DocketNumber: No. 05-16218
Citation Numbers: 200 F. App'x 650
Judges: Bea, Goodwin, Reinhardt
Filed Date: 8/29/2006
Status: Precedential
Modified Date: 11/5/2024
MEMORANDUM
Varian White, a California state prisoner, appeals pro se from the district court’s summary judgment in his 42 U.S.C. § 1983 action alleging that defendants violated his equal protection rights by denying him enrollment in its residential drug treatment program after learning that he was required to register as a sex offender. We have jurisdiction pursuant to 28 U.S.C. § 1291. We review de novo, United States v. City of Tacoma, 332 F.3d 574, 578 (9th Cir.2003), and we affirm.

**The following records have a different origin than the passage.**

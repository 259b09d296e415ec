import type { CurrentUser } from '@sixtyfold/shared';
import { adminUser, memberUser } from '@/testing/fixtures';
import { groupsWithRole, hasGroupRole } from './model-permissions';

const viewer: CurrentUser = {
  ...memberUser,
  memberships: [
    { groupId: 10, groupSlug: 'plateau-lab', groupName: 'Plateau Lab', role: 'viewer' },
    { groupId: 12, groupSlug: 'tensor-desk', groupName: 'Tensor Desk', role: 'lead' },
  ],
};

describe('model permissions', () => {
  it('lists the groups where the user holds the role or a stronger one', () => {
    expect(groupsWithRole(viewer, 'member').map((m) => m.groupId)).toEqual([12]);
    expect(groupsWithRole(viewer, 'viewer').map((m) => m.groupId)).toEqual([10, 12]);
    expect(groupsWithRole(memberUser, 'lead')).toEqual([]);
    expect(groupsWithRole(null, 'viewer')).toEqual([]);
  });

  it('treats a site admin as lead of each of their groups, even where their membership says viewer', () => {
    expect(groupsWithRole(adminUser, 'lead').map((m) => m.groupId)).toEqual([10, 11]);
    expect(hasGroupRole(adminUser, 99, 'lead')).toBe(true);
  });

  it('checks one group', () => {
    expect(hasGroupRole(memberUser, 10, 'member')).toBe(true);
    expect(hasGroupRole(memberUser, 10, 'lead')).toBe(false);
    expect(hasGroupRole(memberUser, 11, 'viewer')).toBe(false);
    expect(hasGroupRole(viewer, 10, 'member')).toBe(false);
    expect(hasGroupRole(undefined, 10, 'viewer')).toBe(false);
  });
});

The district court properly granted summary judgment for the defendants because they provided a rational basis for excluding registered sex offenders from the Walden House residential drug treatment program. See Heller v. Doe, 509 U.S. 312, 320, 113 S.Ct. 2637, 125 L.Ed.2d 257 (1993) (“A classification must be upheld against [an] equal protection challenge if there is any reasonably conceivable state of facts that could provide a rational basis for the classification”) (citations and internal quotation omitted). Furthermore, White has failed to raise a genuine issue of material fact as to whether the defendants’ asserted rational bases are merely a pretext for differential treatment. See Squaw Valley Dev. Co. v. Goldberg, 375 F.3d 936, 945-46 (9th Cir.2004) (“a plaintiff may pursue an equal protection claim by raising a triable issue of fact as to whether the defendants’ asserted rational basis was merely a pretext for differential treatment”) (internal quotation omitted).
White’s remaining contentions lack merit.
AFFIRMED.
This disposition is not appropriate for publication and may not be cited to or by the courts of this circuit except as provided by 9th Cir. R. 36-3.